[What you are asked to do] Nothing in the records may be altered. Repeat them in full.
Top of Data listing
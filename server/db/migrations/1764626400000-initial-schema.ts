import type { MigrationInterface, QueryRunner } from 'typeorm';

/** Users, studios, memberships, invitations, password resets, sessions and presets. */
export class InitialSchema1764626400000 implements MigrationInterface {
  name = 'InitialSchema1764626400000';

  async up(runner: QueryRunner): Promise<void> {
    await runner.query(`CREATE TABLE "users" (
      "id" varchar PRIMARY KEY NOT NULL,
      "email" varchar NOT NULL UNIQUE,
      "displayName" varchar NOT NULL,
      "passwordHash" varchar NOT NULL,
      "tokenVersion" integer NOT NULL DEFAULT (0),
      "createdAt" datetime NOT NULL DEFAULT (datetime('now')),
      "lastSeenAt" datetime
    )`);
    await runner.query(`CREATE TABLE "studios" (
      "id" varchar PRIMARY KEY NOT NULL,
      "name" varchar NOT NULL,
      "slug" varchar NOT NULL UNIQUE,
      "createdAt" datetime NOT NULL DEFAULT (datetime('now'))
    )`);
    await runner.query(`CREATE TABLE "memberships" (
      "id" varchar PRIMARY KEY NOT NULL,
      "userId" varchar NOT NULL REFERENCES "users" ("id") ON DELETE CASCADE,
      "studioId" varchar NOT NULL REFERENCES "studios" ("id") ON DELETE CASCADE,
      "role" varchar NOT NULL CHECK ("role" IN ('lead', 'designer', 'producer', 'listener')),
      "createdAt" datetime NOT NULL DEFAULT (datetime('now')),
      UNIQUE ("userId", "studioId")
    )`);
    await runner.query(`CREATE INDEX "memberships_studio" ON "memberships" ("studioId")`);
    await runner.query(`CREATE TABLE "invitations" (
      "id" varchar PRIMARY KEY NOT NULL,
      "studioId" varchar NOT NULL REFERENCES "studios" ("id") ON DELETE CASCADE,
      "email" varchar NOT NULL,
      "role" varchar NOT NULL CHECK ("role" IN ('lead', 'designer', 'producer', 'listener')),
      "tokenHash" varchar NOT NULL UNIQUE,
      "expiresAt" datetime NOT NULL,
      "acceptedAt" datetime,
      "revokedAt" datetime,
      "invitedById" varchar REFERENCES "users" ("id") ON DELETE SET NULL,
      "sentAt" datetime NOT NULL,
      "createdAt" datetime NOT NULL DEFAULT (datetime('now'))
    )`);
    await runner.query(`CREATE INDEX "invitations_studio" ON "invitations" ("studioId")`);
    await runner.query(`CREATE TABLE "password_resets" (
      "id" varchar PRIMARY KEY NOT NULL,
      "userId" varchar NOT NULL REFERENCES "users" ("id") ON DELETE CASCADE,
      "tokenHash" varchar NOT NULL UNIQUE,
      "expiresAt" datetime NOT NULL,
      "usedAt" datetime,
      "createdAt" datetime NOT NULL DEFAULT (datetime('now'))
    )`);
    await runner.query(`CREATE TABLE "sessions" (
      "id" varchar PRIMARY KEY NOT NULL,
      "studioId" varchar NOT NULL REFERENCES "studios" ("id") ON DELETE CASCADE,
      "name" varchar NOT NULL,
      "patch" text NOT NULL,
      "docState" blob,
      "createdById" varchar REFERENCES "users" ("id") ON DELETE SET NULL,
      "updatedById" varchar REFERENCES "users" ("id") ON DELETE SET NULL,
      "archived" boolean NOT NULL DEFAULT (0),
      "createdAt" datetime NOT NULL DEFAULT (datetime('now')),
      "updatedAt" datetime NOT NULL DEFAULT (datetime('now'))
    )`);
    await runner.query(`CREATE INDEX "sessions_studio" ON "sessions" ("studioId")`);
    await runner.query(`CREATE TABLE "presets" (
      "id" varchar PRIMARY KEY NOT NULL,
      "studioId" varchar NOT NULL REFERENCES "studios" ("id") ON DELETE CASCADE,
      "name" varchar NOT NULL,
      "tags" text NOT NULL,
      "description" varchar NOT NULL DEFAULT (''),
      "patch" text NOT NULL,
      "version" integer NOT NULL DEFAULT (1),
      "createdById" varchar REFERENCES "users" ("id") ON DELETE SET NULL,
      "sourceSessionId" varchar REFERENCES "sessions" ("id") ON DELETE SET NULL,
      "createdAt" datetime NOT NULL DEFAULT (datetime('now')),
      "updatedAt" datetime NOT NULL DEFAULT (datetime('now'))
    )`);
    await runner.query(`CREATE INDEX "presets_studio" ON "presets" ("studioId")`);
  }

  async down(runner: QueryRunner): Promise<void> {
    for (const table of ['presets', 'sessions', 'password_resets', 'invitations', 'memberships', 'studios', 'users']) {
      await runner.query(`DROP TABLE "${table}"`);
    }
  }
}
Bottom of Data listing
[Answer box]
filename server/db/migrations/1764626400000-initial-schema.ts
import type { MigrationInterface, QueryRunner } from 'typeorm';

/** Users, studios, memberships, invitations, password resets, sessions and presets. */
export class InitialSchema1764626400000 implements MigrationInterface {
  name = 'InitialSchema1764626400000';

  async up(runner: QueryRunner): Promise<void> {
    await runner.query(`CREATE TABLE "users" (
      "id" varchar PRIMARY KEY NOT NULL,
      "email" varchar NOT NULL UNIQUE,
      "displayName" varchar NOT NULL,
      "passwordHash" varchar NOT NULL,
      "tokenVersion" integer NOT NULL DEFAULT (0),
      "createdAt" datetime NOT NULL DEFAULT (datetime('now')),
      "lastSeenAt" datetime
    )`);
    await runner.query(`CREATE TABLE "studios" (
      "id" varchar PRIMARY KEY NOT NULL,
      "name" varchar NOT NULL,
      "slug" varchar NOT NULL UNIQUE,
      "createdAt" datetime NOT NULL DEFAULT (datetime('now'))
    )`);
    await runner.query(`CREATE TABLE "memberships" (
      "id" varchar PRIMARY KEY NOT NULL,
      "userId" varchar NOT NULL REFERENCES "users" ("id") ON DELETE CASCADE,
      "studioId" varchar NOT NULL REFERENCES "studios" ("id") ON DELETE CASCADE,
      "role" varchar NOT NULL CHECK ("role" IN ('lead', 'designer', 'producer', 'listener')),
      "createdAt" datetime NOT NULL DEFAULT (datetime('now')),
      UNIQUE ("userId", "studioId")
    )`);
    await runner.query(`CREATE INDEX "memberships_studio" ON "memberships" ("studioId")`);
    await runner.query(`CREATE TABLE "invitations" (
      "id" varchar PRIMARY KEY NOT NULL,
      "studioId" varchar NOT NULL REFERENCES "studios" ("id") ON DELETE CASCADE,
      "email" varchar NOT NULL,
      "role" varchar NOT NULL CHECK ("role" IN ('lead', 'designer', 'producer', 'listener')),
      "tokenHash" varchar NOT NULL UNIQUE,
      "expiresAt" datetime NOT NULL,
      "acceptedAt" datetime,
      "revokedAt" datetime,
      "invitedById" varchar REFERENCES "users" ("id") ON DELETE SET NULL,
      "sentAt" datetime NOT NULL,
      "createdAt" datetime NOT NULL DEFAULT (datetime('now'))
    )`);
    await runner.query(`CREATE INDEX "invitations_studio" ON "invitations" ("studioId")`);
    await runner.query(`CREATE TABLE "password_resets" (
      "id" varchar PRIMARY KEY NOT NULL,
      "userId" varchar NOT NULL REFERENCES "users" ("id") ON DELETE CASCADE,
      "tokenHash" varchar NOT NULL UNIQUE,
      "expiresAt" datetime NOT NULL,
      "usedAt" datetime,
      "createdAt" datetime NOT NULL DEFAULT (datetime('now'))
    )`);
    await runner.query(`CREATE TABLE "sessions" (
      "id" varchar PRIMARY KEY NOT NULL,
      "studioId" varchar NOT NULL REFERENCES "studios" ("id") ON DELETE CASCADE,
      "name" varchar NOT NULL,
      "patch" text NOT NULL,
      "docState" blob,
      "createdById" varchar REFERENCES "users" ("id") ON DELETE SET NULL,
      "updatedById" varchar REFERENCES "users" ("id") ON DELETE SET NULL,
      "archived" boolean NOT NULL DEFAULT (0),
      "createdAt" datetime NOT NULL DEFAULT (datetime('now')),
      "updatedAt" datetime NOT NULL DEFAULT (datetime('now'))
    )`);
    await runner.query(`CREATE INDEX "sessions_studio" ON "sessions" ("studioId")`);
    await runner.query(`CREATE TABLE "presets" (
      "id" varchar PRIMARY KEY NOT NULL,
      "studioId" varchar NOT NULL REFERENCES "studios" ("id") ON DELETE CASCADE,
      "name" varchar NOT NULL,
      "tags" text NOT NULL,
      "description" varchar NOT NULL DEFAULT (''),
      "patch" text NOT NULL,
      "version" integer NOT NULL DEFAULT (1),
      "createdById" varchar REFERENCES "users" ("id") ON DELETE SET NULL,
      "sourceSessionId" varchar REFERENCES "sessions" ("id") ON DELETE SET NULL,
      "createdAt" datetime NOT NULL DEFAULT (datetime('now')),
      "updatedAt" datetime NOT NULL DEFAULT (datetime('now'))
    )`);
    await runner.query(`CREATE INDEX "presets_studio" ON "presets" ("studioId")`);
  }

  async down(runner: QueryRunner): Promise<void> {
    for (const table of ['presets', 'sessions', 'password_resets', 'invitations', 'memberships', 'studios', 'users']) {
      await runner.query(`DROP TABLE "${table}"`);
    }
  }
}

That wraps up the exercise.